Audit finds funds malpractices

PUBLISHED : Friday, 19 November, 2004, 12:00am
UPDATED : Friday, 19 November, 2004, 12:00am
 

Malpractices in four government departments were revealed when the National Audit Administration announced its latest audit results yesterday.


They were the ministries of personnel and railways, the China Council for the Promotion of International Trade and the China International Publishing Group.


The Ministry of Personnel misused revenue of more than 5 million yuan from previous fiscal years to buy cars and residential apartments for its staff and failed to report them in its budget, the audit administration said in the report.


The Ministry of Railways applied to the Ministry of Finance for a budget of 23.88 billion yuan, but its actual projects cost only 18.26 billion yuan.
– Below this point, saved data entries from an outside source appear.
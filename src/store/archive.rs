//! What `subwatch archive` asks of the store: the frames a rig holds (to read only what
//! is not recorded yet, and to judge the nights left without verdicts), a night's
//! fingerprint (to judge it again when another process added to it meanwhile), and the
//! leases on folders that let several archives share one tree without reading a frame
//! twice.

use std::collections::HashMap;

use super::db::{values, DbError};
use super::{Store, StoreError};
use crate::rules::Verdict;

/// A frame a rig holds, as an archive sees it.
#[derive(Debug, Clone, PartialEq)]
pub struct ArchivedFrame {
    pub size: u64,
    pub mtime_ns: i64,
    pub night: Option<String>,
    pub target: Option<String>,
    /// A light frame (not a dark, flat or bias).
    pub light: bool,
    /// Measured (status ok; a calibration frame with its statistics).
    pub measured: bool,
    pub verdict: Option<Verdict>,
}

/// The lease key of one folder of an archive.
fn unit_key(rig: &str, unit: &str) -> String {
    format!("archive of rig {rig}: {unit}")
}

impl Store {
    /// Every frame this rig holds, by path.
    pub fn archived_frames(&self) -> Result<HashMap<String, ArchivedFrame>, StoreError> {
        self.rows(
            "SELECT path, size, mtime_ns, night, target, status, verdict,
                calibration_json IS NOT NULL
             FROM frames WHERE rig = ?1",
            values![self.rig],
        )?
        .iter()
        .map(|r| {
            let status: String = r.get(5)?;
            let verdict: Option<String> = r.get(6)?;
            let calibrated: bool = r.get(7)?;
            Ok((
                r.get(0)?,
                ArchivedFrame {
                    size: r.get::<i64>(1)? as u64,
                    mtime_ns: r.get(2)?,
                    night: r.get(3)?,
                    target: r.get(4)?,
                    light: status != "skipped",
                    measured: status == "ok" || (status == "skipped" && calibrated),
                    verdict: verdict.as_deref().and_then(Verdict::from_name),
                },
            ))
        })
        .collect::<Result<_, DbError>>()
        .map_err(|e| self.err(e))
    }

    /// The version (size, modification time) of `path` this rig holds, if any.
    pub fn recorded_version(&self, path: &str) -> Result<Option<(u64, i64)>, StoreError> {
        self.conn
            .query_opt(
                "SELECT size, mtime_ns FROM frames WHERE rig = ?1 AND path = ?2",
                values![self.rig, path],
            )
            .and_then(|r| {
                r.map(|r| Ok((r.get::<i64>(0)? as u64, r.get(1)?)))
                    .transpose()
            })
            .map_err(|e| self.err(e))
    }

    /// What this rig's frames of `night` are now: how many, and the newest record's id
    /// (a new or replaced frame changes it).
    pub fn night_fingerprint(&self, night: &str) -> Result<(i64, Option<i64>), StoreError> {
        self.conn
            .query_one(
                "SELECT COUNT(*), MAX(id) FROM frames WHERE night = ?1 AND rig = ?2",
                values![night, self.rig],
            )
            .and_then(|r| Ok((r.get(0)?, r.get(1)?)))
            .map_err(|e| self.err(e))
    }

    /// Take the lease on one folder of an archive for `holder` until `now + seconds`:
    /// taken when nobody holds it or its holder let it run out (that process died).
    /// Returns the lease, or `None` while another archive holds it.
    pub fn take_archive_unit(
        &self,
        unit: &str,
        holder: &str,
        now: f64,
        seconds: f64,
    ) -> Result<Option<String>, StoreError> {
        self.take_lease(&unit_key(&self.rig, unit), holder, now, seconds)
    }

    /// Hold a folder's lease longer: the new lease, or `None` when it is no longer
    /// this holder's (it ran out and another took it).
    pub fn renew_archive_unit(
        &self,
        unit: &str,
        lease: &str,
        holder: &str,
        now: f64,
        seconds: f64,
    ) -> Result<Option<String>, StoreError> {
        let held = serde_json::json!({"held_by": holder, "until": now + seconds}).to_string();
        let swapped = self
            .conn
            .execute(
                "UPDATE meta SET value = ?3 WHERE key = ?1 AND value = ?2",
                values![
                    format!("site {}", unit_key(&self.rig, unit)),
                    lease,
                    held.clone()
                ],
            )
            .map_err(|e| self.err(e))?;
        Ok((swapped == 1).then_some(held))
    }

    /// A folder's lease given back (its frames are recorded, or the archive stops).
    pub fn release_archive_unit(&self, unit: &str, lease: &str) -> Result<(), StoreError> {
        self.release_lease(&unit_key(&self.rig, unit), lease)
    }
}
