//! The live verdict: a frame just recorded is judged by the night model
//! (`night::judge::judge_group`) applied to its group's night so far, as that module's
//! live rule says; its verdict is stored (and kept as its live verdict) and its group's
//! list rewritten. This shell only reads and writes the store: it hands the model the
//! group's records with the placements stored for them and reads the stars the model
//! asks for (the frames it must place: the new one, or every one when the group's
//! reference record changed), and stores the placements the model made.

use std::borrow::Cow;

use crate::night::judge::{self, Held, Site};
use crate::record::FrameRecord;
use crate::rules::Verdict;
use crate::store::{GroupKey, Store, StoreError};

/// What the live verdict needs besides the store.
#[derive(Debug, Clone, Default)]
pub struct Judging {
    pub rules: Vec<crate::rules::RuleSpec>,
    pub site: Option<Site>,
    /// The lists of frames to stack, when that action is on.
    pub lists: Option<crate::lists::Lists>,
    /// How darks, flats and bias frames are judged (and how far back the library goes).
    pub calibration: crate::night::calibration::CalibrationSettings,
}

/// A live verdict with its reasons.
#[derive(Debug, Clone, PartialEq)]
pub struct Judged {
    pub verdict: Verdict,
    pub reasons: Vec<String>,
}

impl std::fmt::Display for Judged {
    /// "reject (fwhm_high,trail)", as the log line shows it.
    fn fmt(&self, f: &mut std::fmt::Formatter<'_>) -> std::fmt::Result {
        f.write_str(self.verdict.as_str())?;
        if !self.reasons.is_empty() {
            write!(f, " ({})", self.reasons.join(","))?;
        }
        Ok(())
    }
}

/// Judge a just-recorded frame against the night so far, store the verdict, and refresh
/// the group's list when asked to. A calibration frame is judged as the morning judges
/// it (`night::calibration`), over the night's calibration frames and lights so far:
/// a flat set too faint at dusk can still be taken again. `None` for a frame that is
/// not judged (one without a night, or a calibration frame that could not be measured).
pub fn judge_in_store(
    store: &Store,
    record: &FrameRecord,
    id: i64,
    judging: &Judging,
) -> Result<Option<Judged>, StoreError> {
    let key = GroupKey {
        night: record.night.clone(),
        target: record.target.clone(),
        filter: record.filter.clone(),
        ok: record.status == crate::record::FrameStatus::Ok,
        skipped: record.status == crate::record::FrameStatus::Skipped,
    };
    judge_frame(store, &key, id, judging)
}

/// Frames recorded without a verdict (the daemon stopped, or the store failed, between
/// the two writes) are judged at start-up and once a minute.
pub fn judge_missing(store: &Store, judging: &Judging) -> Result<usize, StoreError> {
    let missing = store.frames_without_verdict()?;
    for (id, key) in &missing {
        judge_frame(store, key, *id, judging)?;
    }
    Ok(missing.len())
}

/// The live verdict of a calibration frame: the night model's calibration judgement of
/// the night so far (records without their stars). Every calibration frame of the night
/// gets its judgement again, as its set grew.
fn judge_calibration_frame(
    store: &Store,
    night: &str,
    id: i64,
    judging: &Judging,
) -> Result<Option<Judged>, StoreError> {
    let rows = store.night_frames(night)?;
    let records: Vec<&FrameRecord> = rows.iter().map(|r| &r.1).collect();
    let earlier = store.earlier_calibration(night, judging.calibration.library_days)?;
    let earlier: Vec<&FrameRecord> = earlier.iter().collect();
    let judged =
        crate::night::calibration::judge_calibration(&records, &earlier, &judging.calibration);
    let mut mine = None;
    for c in &judged.frames {
        let frame_id = rows[c.index].0;
        store.set_live_verdict(frame_id, &c.judgement, None)?;
        if frame_id == id {
            mine = Some(Judged {
                verdict: c.judgement.verdict,
                reasons: c.judgement.reasons.clone(),
            });
        }
    }
    Ok(mine)
}

fn judge_frame(
    store: &Store,
    key: &GroupKey,
    id: i64,
    judging: &Judging,
) -> Result<Option<Judged>, StoreError> {
    let Some(night) = key.night.as_deref() else {
        return Ok(None);
    };
    if key.skipped {
        return judge_calibration_frame(store, night, id, judging);
    }
    let group = store.group_records(night, key.target.as_deref(), key.filter.as_deref())?;
    let held: Vec<Held> = group
        .iter()
        .map(|(id, record, known)| Held {
            record,
            id: *id,
            known: known.as_ref(),
        })
        .collect();
    let stars = |i: usize| store.frame_star_records(group[i].0).map(Cow::Owned);
    let judged = judge::judge_group(&held, stars, &judging.rules, judging.site)?;
    for &i in &judged.placed {
        if let Some(p) = &judged.frames[i].placement {
            store.set_placement(group[i].0, p)?;
        }
    }
    let Some(k) = group.iter().position(|g| g.0 == id) else {
        return Ok(None);
    };
    let j = &judged.frames[k];
    let verdict = j.judgement.verdict;
    store.set_live_verdict(id, &j.judgement, j.transparency_loss_mag)?;
    let (target, filter) = (key.target.as_deref(), key.filter.as_deref());
    store.set_group_limits(night, target, filter, &judged.limits)?;
    if let Some(lists) = judging.lists.as_ref() {
        if let Err(e) = crate::lists::rewrite(
            store,
            lists,
            night,
            key.target.as_deref(),
            key.filter.as_deref(),
        ) {
            tracing::warn!("{e}");
        }
    }
    Ok(Some(Judged {
        verdict,
        reasons: j.judgement.reasons.clone(),
    }))
}
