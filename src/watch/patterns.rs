//! Which files are frames: file-name patterns with `*` and `?`, case-insensitive.

/// Whether `name` matches `pattern` (`*` any run, `?` one character), ignoring case.
pub fn glob_match(pattern: &str, name: &str) -> bool {
    let p: Vec<char> = pattern.to_lowercase().chars().collect();
    let n: Vec<char> = name.to_lowercase().chars().collect();
    // Iterative matching with one backtrack point for the last `*`.
    let (mut pi, mut ni) = (0, 0);
    let (mut star, mut mark) = (None, 0);
    while ni < n.len() {
        if pi < p.len() && (p[pi] == '?' || p[pi] == n[ni]) {
            pi += 1;
            ni += 1;
        } else if pi < p.len() && p[pi] == '*' {
            star = Some(pi);
            mark = ni;
            pi += 1;
        } else if let Some(s) = star {
            pi = s + 1;
            mark += 1;
            ni = mark;
        } else {
            return false;
        }
    }
    while pi < p.len() && p[pi] == '*' {
        pi += 1;
    }
    pi == p.len()
}

/// A file is a candidate frame when its name matches an include pattern and no exclude
/// pattern. Hidden files (a leading dot, as capture programs use for partial writes) are
/// never candidates.
pub fn is_candidate(name: &str, include: &[String], exclude: &[String]) -> bool {
    !name.starts_with('.')
        && include.iter().any(|p| glob_match(p, name))
        && !exclude.iter().any(|p| glob_match(p, name))
}

#[cfg(test)]
mod tests {
    use super::*;

    #[test]
    fn patterns() {
        assert!(glob_match("*.fits", "Light_001.FITS"));
        assert!(glob_match("*.fits.gz", "a.fits.gz"));
        assert!(!glob_match("*.fits", "a.fits.tmp"));
        assert!(glob_match("l?ght*", "Light_001.fit"));
        assert!(glob_match("*", ""));
        let inc = vec!["*.fits".to_string()];
        assert!(!is_candidate(".partial.fits", &inc, &[]));
        assert!(!is_candidate("x.fits", &inc, &["x*".to_string()]));
    }
}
That created a gap of 5.62 billion yuan which the Ministry of Railways either used on projects which had not been approved or kept in its own reserves, the report said.


By the end of last year, the ministry had 1.72 billion yuan of unused budget funds in its reserves, in contravention of state financial regulations.


Problems had also been unearthed in the Ministry of Railways' management of state assets and its application of budget money to the construction of residential property projects.


The report found irregular accounting conduct at the trade promotion council and the misuse of its budget to raise staff bonuses and perks.


It said the publishing group transferred about 2 million yuan, budgeted for a book project, to set up a profit-making test centre and moved other funds to several training and service centres.